| Aim of the exercise |
Copy, from the data below, every line that has "versions" in it.

(Available data Opens)

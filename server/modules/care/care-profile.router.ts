import { Router } from 'express';
import type { Deps } from '@server/deps';
import {
  careProfileKeyParams,
  careProfileParams,
  copyCareProfileSchema,
  updateCareProfileSchema,
} from '@shared/schemas/care-profile.schema';
import { clubIdParams } from '@shared/schemas/common';
import { errors } from '../../lib/app-error';
import { inputOf, validate } from '../../middleware/validate';
import { authorize, requireClubMember, requireSignIn, viewerOf } from '../../middleware/viewer';
import { copyProfile, listProfiles, profileDetail, updateProfile } from './care-profile.service';

export function careProfileRouter(deps: Pick<Deps, 'dataSource' | 'tankChanges'>): Router {
  const { dataSource } = deps;
  const router = Router();

  router.get(
    '/clubs/:clubId/care-profiles',
    requireSignIn,
    validate({ params: clubIdParams }),
    requireClubMember,
    async (req, res) => {
      const clubId = req.params.clubId as string;
      authorize(req, 'read', 'CareProfile', { clubId });
      res.json({ profiles: await listProfiles(dataSource.manager, clubId) });
    },
  );

  const byKey = { params: careProfileKeyParams };
  router.get(
    '/clubs/:clubId/care-profiles/:key',
    requireSignIn,
    validate(byKey),
    requireClubMember,
    async (req, res) => {
      const { clubId, key } = inputOf(res, byKey).params;
      const detail = await profileDetail(dataSource.manager, clubId, key);
      if (!detail) throw errors.notFound('That care profile');
      authorize(req, 'read', 'CareProfile', { clubId: detail.source === 'club' ? clubId : null });
      res.json(detail);
    },
  );

  const copy = { params: clubIdParams, body: copyCareProfileSchema };
  router.post(
    '/clubs/:clubId/care-profiles',
    requireSignIn,
    validate(copy),
    requireClubMember,
    async (req, res) => {
      const { params, body } = inputOf(res, copy);
      authorize(req, 'create', 'CareProfile', { clubId: params.clubId });
      const created = await dataSource.transaction((tx) =>
        copyProfile(tx, {
          clubId: params.clubId,
          basedOn: body.basedOn,
          name: body.name,
          actorId: viewerOf(req).user.id,
        }),
      );
      res.status(201).json({ id: created.id, key: created.key, version: created.currentVersion });
    },
  );

  const update = { params: careProfileParams, body: updateCareProfileSchema };
  router.put(
    '/clubs/:clubId/care-profiles/:profileId',
    requireSignIn,
    validate(update),
    requireClubMember,
    async (req, res) => {
      const { params, body } = inputOf(res, update);
      authorize(req, 'update', 'CareProfile', { clubId: params.clubId });
      const result = await dataSource.transaction((tx) =>
        updateProfile(tx, deps, {
          clubId: params.clubId,
          profileId: params.profileId,
          definition: body.definition,
          note: body.note,
          actorId: viewerOf(req).user.id,
          expectedVersion: body.baseVersion,
        }),
      );
      res.json({ profile: result.definition, changes: result.changes });
    },
  );

  return router;
}
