import { Router } from 'express';
import type { Deps } from '@server/deps';
import { careProfileKeyParams, careProfileParams, copyCareProfileSchema, updateCareProfileSchema } from '@shared/schemas/care-profile.schema';
import { clubIdParams } from '@shared/schemas/common';
import { errors } from '../../lib/app-error';
import { inputOf, validate } from '../../middleware/validate';
import { authorize, requireClubMember, requireSignIn, viewerOf } from '../../middleware/viewer';
import { ClubCareProfile } from './care-profile.entity';
import { copyProfile, listProfiles, loadClubProfile, resolveProfile, updateProfile } from './care-profile.service';

export function careProfileRouter(deps: Pick<Deps, 'dataSource' | 'tankChanges'>): Router {
  const { dataSource, tankChanges } = deps;
  const router = Router();

  router.get('/clubs/:clubId/care-profiles', requireSignIn, validate({ params: clubIdParams }), requireClubMember, async (req, res) => {
    const clubId = req.params.clubId as string;
    authorize(req, 'read', 'CareProfile', { clubId });
    res.json({ profiles: await listProfiles(dataSource.manager, clubId) });
  });

  const byKey = { params: careProfileKeyParams };
  router.get('/clubs/:clubId/care-profiles/:key', requireSignIn, validate(byKey), requireClubMember, async (req, res) => {
    const { clubId, key } = inputOf(res, byKey).params;
    const profile = await resolveProfile(dataSource.manager, clubId, key);
    if (!profile) throw errors.notFound('That care profile');
    const clubRow = await dataSource.getRepository(ClubCareProfile).findOneBy({ clubId, key });
    authorize(req, 'read', 'CareProfile', { clubId: clubRow ? clubId : null });
    const history = clubRow ? (await loadClubProfile(dataSource.manager, clubId, clubRow.id)).versions : [];
    res.json({
      profile,
      source: clubRow ? 'club' : 'built-in',
      id: clubRow?.id,
      basedOnKey: clubRow?.basedOnKey,
      history: history.map((v) => ({ version: v.version, note: v.note, changes: v.changes, changedById: v.changedById, changedAt: v.changedAt.toISOString() })),
    });
  });

  const copy = { params: clubIdParams, body: copyCareProfileSchema };
  router.post('/clubs/:clubId/care-profiles', requireSignIn, validate(copy), requireClubMember, async (req, res) => {
    const { params, body } = inputOf(res, copy);
    authorize(req, 'create', 'CareProfile', { clubId: params.clubId });
    const created = await dataSource.transaction((tx) => copyProfile(tx, { clubId: params.clubId, basedOn: body.basedOn, name: body.name, actorId: viewerOf(req).user.id }));
    res.status(201).json({ id: created.id, key: created.key, version: created.currentVersion });
  });

  const update = { params: careProfileParams, body: updateCareProfileSchema };
  router.put('/clubs/:clubId/care-profiles/:profileId', requireSignIn, validate(update), requireClubMember, async (req, res) => {
    const { params, body } = inputOf(res, update);
    authorize(req, 'update', 'CareProfile', { clubId: params.clubId });
    const result = await dataSource.transaction(async (tx) => {
      const updated = await updateProfile(tx, { clubId: params.clubId, profileId: params.profileId, definition: body.definition, note: body.note, actorId: viewerOf(req).user.id, expectedVersion: body.baseVersion });
      // Every tank that follows the profile is judged again by the new version, in the same transaction.
      await tankChanges.publishForProfile(tx, params.clubId, updated.profile.key);
      return updated;
    });
    res.json({ profile: result.definition, changes: result.changes });
  });

  return router;
}
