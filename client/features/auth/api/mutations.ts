import { useMutation, useQueryClient } from '@tanstack/react-query';
import type { AcceptInviteInput, SignInInput, UpdateProfileInput } from '@shared/schemas/auth.schema';
import { api, resetCsrfToken } from '@client/lib/api-client';
import { authKeys, type MeUser } from './me';

/** After anything that changes who is signed in: new CSRF token, fresh /me, nothing cached from the old person. */
function useSessionChanged() {
  const qc = useQueryClient();
  return async () => {
    resetCsrfToken();
    qc.removeQueries({ predicate: (q) => q.queryKey[0] !== 'auth' });
    await qc.invalidateQueries({ queryKey: authKeys.me });
  };
}

export function useSignIn() {
  const changed = useSessionChanged();
  return useMutation({
    mutationFn: (input: SignInInput) => api.post<{ user: MeUser }>('/session', input),
    onSuccess: changed,
  });
}

export function useSignOut() {
  const changed = useSessionChanged();
  return useMutation({ mutationFn: () => api.delete('/session'), onSuccess: changed });
}

export function useAcceptInvite() {
  const changed = useSessionChanged();
  return useMutation({
    mutationFn: (input: AcceptInviteInput) =>
      api.post<{ user: MeUser; clubId: string }>('/invites/accept', input),
    onSuccess: changed,
  });
}

export function useRequestPasswordReset() {
  return useMutation({
    mutationFn: (email: string) => api.post<{ message: string }>('/password-resets', { email }),
  });
}

export function useResetPassword() {
  const changed = useSessionChanged();
  return useMutation({
    mutationFn: (input: { token: string; password: string }) =>
      api.post<{ user: MeUser }>('/password-resets/confirm', input),
    onSuccess: changed,
  });
}

export function useUpdateProfile() {
  const qc = useQueryClient();
  return useMutation({
    mutationFn: (input: UpdateProfileInput) => api.patch<{ user: MeUser }>('/me', input),
    onSuccess: () => qc.invalidateQueries({ queryKey: authKeys.me }),
  });
}
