const show = (v: unknown): string => {
  if (Array.isArray(v) && v.length === 2 && v.every((x) => typeof x === 'number')) return `${v[0]}–${v[1]}`;
  if (v === undefined) return '(none)';
  return typeof v === 'object' ? JSON.stringify(v) : String(v);
};

const isLeaf = (v: unknown) =>
  v === null || typeof v !== 'object' || (Array.isArray(v) && v.every((x) => typeof x !== 'object'));

/** What changed between two versions of a profile, one line per changed value, for the history. */
export function describeChanges(before: unknown, after: unknown, path = ''): string[] {
  if (isLeaf(before) || isLeaf(after)) {
    return JSON.stringify(before) === JSON.stringify(after)
      ? []
      : [`${path || '(profile)'}: ${show(before)} → ${show(after)}`];
  }
  const a = before as Record<string, unknown>;
  const b = after as Record<string, unknown>;
  const keys = [...new Set([...Object.keys(a), ...Object.keys(b)])].sort();
  return keys.flatMap((k) => describeChanges(a[k], b[k], path ? `${path}.${k}` : k));
}
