/** Questions: a keeper asks about a reading, with a snapshot of the figures; mentors and admins answer. */
export { Question, QuestionReply } from './question.entity';
export { unansweredCountsByTank } from './question.queries';
export { questionRouter } from './question.router';
export { askQuestion } from './question.service';
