import { Column, CreateDateColumn, Entity, Index, PrimaryGeneratedColumn } from 'typeorm';
import type { CareProfile } from '@shared/care';

/** A club's own copy of a care profile. Its definition lives in versions; `currentVersion` points at the newest. */
@Entity({ name: 'club_care_profile' })
@Index('uq_club_care_profile_key', ['clubId', 'key'], { unique: true })
export class ClubCareProfile {
  @PrimaryGeneratedColumn('uuid') id!: string;
  @Column({ type: 'uuid' }) clubId!: string;
  @Column({ type: 'text' }) key!: string;
  @Column({ type: 'text' }) basedOnKey!: string;
  @Column({ type: 'integer' }) currentVersion!: number;
  @Column({ type: 'uuid', nullable: true }) createdById!: string | null;
  @CreateDateColumn({ type: 'timestamptz' }) createdAt!: Date;
}

@Entity({ name: 'club_care_profile_version' })
@Index('uq_club_care_profile_version', ['profileId', 'version'], { unique: true })
export class ClubCareProfileVersion {
  @PrimaryGeneratedColumn('uuid') id!: string;
  @Column({ type: 'uuid' }) profileId!: string;
  @Column({ type: 'integer' }) version!: number;
  @Column({ type: 'jsonb' }) definition!: CareProfile;
  /** Which fields changed from the previous version, in words, e.g. "ranges.nitrate.ideal: 0–5 → 0–10". */
  @Column({ type: 'jsonb', default: [] }) changes!: string[];
  @Column({ type: 'text' }) note!: string;
  @Column({ type: 'uuid', nullable: true }) changedById!: string | null;
  @CreateDateColumn({ type: 'timestamptz' }) changedAt!: Date;
}
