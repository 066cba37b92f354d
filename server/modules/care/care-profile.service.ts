import { randomBytes } from 'node:crypto';
import type { EntityManager } from 'typeorm';
import type { Deps } from '@server/deps';
import { BUILT_IN_PROFILES, builtInProfile, careProfileSchema, type CareProfile } from '@shared/care';
import { errors } from '../../lib/app-error';
import { audit } from '../audit';
import { ClubCareProfile, ClubCareProfileVersion } from './care-profile.entity';
import { describeChanges } from './profile-diff';

export interface ProfileSummary {
  key: string;
  name: string;
  version: number;
  systemTypes: readonly string[];
  animals: string;
  source: 'built-in' | 'club';
  id?: string;
  basedOnKey?: string;
}

const summary = (
  p: CareProfile,
  extra: Partial<ProfileSummary> & Pick<ProfileSummary, 'source'>,
): ProfileSummary => ({
  key: p.key,
  name: p.name,
  version: p.version,
  systemTypes: p.systemTypes,
  animals: p.animals,
  ...extra,
});

async function currentDefinitions(manager: EntityManager, clubId: string) {
  return manager
    .createQueryBuilder(ClubCareProfileVersion, 'v')
    .innerJoin(ClubCareProfile, 'p', 'p.id = v.profile_id AND p.current_version = v.version')
    .where('p.club_id = :clubId', { clubId })
    .select(['v.profileId', 'v.definition'])
    .addSelect('p.based_on_key', 'based_on_key')
    .getRawAndEntities();
}

/** The shipped profiles plus the club's own copies at their newest version. */
export async function listProfiles(manager: EntityManager, clubId: string): Promise<ProfileSummary[]> {
  const { entities, raw } = await currentDefinitions(manager, clubId);
  const club = entities.map((v, i) =>
    summary(v.definition, {
      source: 'club',
      id: v.profileId,
      basedOnKey: (raw[i] as { based_on_key: string }).based_on_key,
    }),
  );
  return [
    ...BUILT_IN_PROFILES.map((p) => summary(p, { source: 'built-in' })),
    ...club.sort((a, b) => a.name.localeCompare(b.name)),
  ];
}

/** The profile a tank of this club follows: a built-in by key, or the club's copy at its newest version. */
export async function resolveProfile(
  manager: EntityManager,
  clubId: string,
  key: string,
): Promise<CareProfile | undefined> {
  return (await resolveProfiles(manager, clubId, [key])).get(key);
}

/** `resolveProfile` for several keys in at most one query: built-in profiles need none; unknown keys are left out. */
export async function resolveProfiles(
  manager: EntityManager,
  clubId: string,
  keys: readonly string[],
): Promise<Map<string, CareProfile>> {
  const found = new Map<string, CareProfile>();
  const clubKeys: string[] = [];
  for (const key of new Set(keys)) {
    const builtIn = builtInProfile(key);
    if (builtIn) found.set(key, builtIn);
    else clubKeys.push(key);
  }
  if (!clubKeys.length) return found;
  const rows: { key: string; definition: CareProfile }[] = await manager
    .createQueryBuilder(ClubCareProfileVersion, 'v')
    .innerJoin(ClubCareProfile, 'p', 'p.id = v.profile_id AND p.current_version = v.version')
    .select('p.key', 'key')
    .addSelect('v.definition', 'definition')
    .where('p.club_id = :clubId AND p.key IN (:...clubKeys)', { clubId, clubKeys })
    .getRawMany();
  for (const row of rows) found.set(row.key, row.definition);
  return found;
}

export async function loadClubProfile(manager: EntityManager, clubId: string, profileId: string) {
  const profile = await manager.findOneBy(ClubCareProfile, { id: profileId, clubId });
  if (!profile) throw errors.notFound('That care profile');
  const versions = await manager.find(ClubCareProfileVersion, {
    where: { profileId },
    order: { version: 'DESC' },
  });
  return { profile, versions };
}

export async function copyProfile(
  tx: EntityManager,
  p: { clubId: string; basedOn: string; name: string; actorId: string },
) {
  const source = await resolveProfile(tx, p.clubId, p.basedOn);
  if (!source)
    throw errors.badRequest('Choose a profile to start from.', [
      { path: 'basedOn', message: 'No profile with that key in this club.' },
    ]);
  const slug =
    p.name
      .toLowerCase()
      .replace(/[^a-z0-9]+/g, '-')
      .replace(/^-+|-+$/g, '')
      .slice(0, 40) || 'profile';
  const key = `${slug}-${randomBytes(3).toString('hex')}`;
  const definition: CareProfile = { ...structuredClone(source), key, name: p.name, version: 1 };
  const profile = await tx.save(
    tx.create(ClubCareProfile, {
      clubId: p.clubId,
      key,
      basedOnKey: source.key,
      currentVersion: 1,
      createdById: p.actorId,
    }),
  );
  await tx.insert(ClubCareProfileVersion, {
    profileId: profile.id,
    version: 1,
    definition,
    changes: [],
    note: `Copied from ${source.name} (version ${source.version}).`,
    changedById: p.actorId,
  });
  await audit(tx, {
    actorId: p.actorId,
    clubId: p.clubId,
    action: 'care-profile.copied',
    targetType: 'CareProfile',
    targetId: profile.id,
    details: { basedOn: source.key },
  });
  return profile;
}

/**
 * Stores an edited definition as the next version, noting who changed what. Concurrent edits: the later one gets 409.
 * Every tank that follows the profile is judged again by the new version, in the same transaction.
 */
export async function updateProfile(
  tx: EntityManager,
  deps: Pick<Deps, 'tankChanges'>,
  p: {
    clubId: string;
    profileId: string;
    definition: unknown;
    note: string;
    actorId: string;
    expectedVersion?: number;
  },
) {
  const { profile, versions } = await loadClubProfile(tx, p.clubId, p.profileId);
  const current = versions[0]!.definition;
  const next = careProfileSchema.parse({
    ...(p.definition as object),
    key: profile.key,
    version: profile.currentVersion + 1,
  }) as CareProfile;
  const changes = describeChanges({ ...current, version: undefined }, { ...next, version: undefined });
  if (changes.length === 0)
    throw errors.badRequest('Nothing changed.', [
      { path: 'definition', message: 'Change at least one value.' },
    ]);
  const bumped = await tx
    .createQueryBuilder()
    .update(ClubCareProfile)
    .set({ currentVersion: next.version })
    .where('id = :id AND current_version = :v', {
      id: profile.id,
      v: p.expectedVersion ?? profile.currentVersion,
    })
    .execute();
  if (bumped.affected !== 1)
    throw errors.conflict(
      'Someone else changed this profile meanwhile. Reload it and make your change again.',
    );
  await tx.insert(ClubCareProfileVersion, {
    profileId: profile.id,
    version: next.version,
    definition: next,
    changes,
    note: p.note,
    changedById: p.actorId,
  });
  await audit(tx, {
    actorId: p.actorId,
    clubId: p.clubId,
    action: 'care-profile.changed',
    targetType: 'CareProfile',
    targetId: profile.id,
    details: { version: next.version, changes: changes.length },
  });
  await deps.tankChanges.publishForProfile(tx, p.clubId, profile.key);
  return { profile: { ...profile, currentVersion: next.version }, definition: next, changes };
}

/** A profile by key with where it comes from and, for a club's copy, every version with who changed what. */
export async function profileDetail(manager: EntityManager, clubId: string, key: string) {
  const profile = await resolveProfile(manager, clubId, key);
  if (!profile) return null;
  const clubRow = await manager.findOneBy(ClubCareProfile, { clubId, key });
  const history = clubRow ? (await loadClubProfile(manager, clubId, clubRow.id)).versions : [];
  return {
    profile,
    source: clubRow ? ('club' as const) : ('built-in' as const),
    id: clubRow?.id,
    basedOnKey: clubRow?.basedOnKey,
    history: history.map((v) => ({
      version: v.version,
      note: v.note,
      changes: v.changes,
      changedById: v.changedById,
      changedAt: v.changedAt.toISOString(),
    })),
  };
}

(Available data Closes)

| Result |
    const history = clubRow ? (await loadClubProfile(dataSource.manager, clubId, clubRow.id)).versions : [];
/** What changed between two versions of a profile, one line per changed value, for the history. */
/** A club's own copy of a care profile. Its definition lives in versions; `currentVersion` points at the newest. */
  const versions = await manager.find(ClubCareProfileVersion, {
  return { profile, versions };
  const { profile, versions } = await loadClubProfile(tx, p.clubId, p.profileId);
  const current = versions[0]!.definition;
  const history = clubRow ? (await loadClubProfile(manager, clubId, clubRow.id)).versions : [];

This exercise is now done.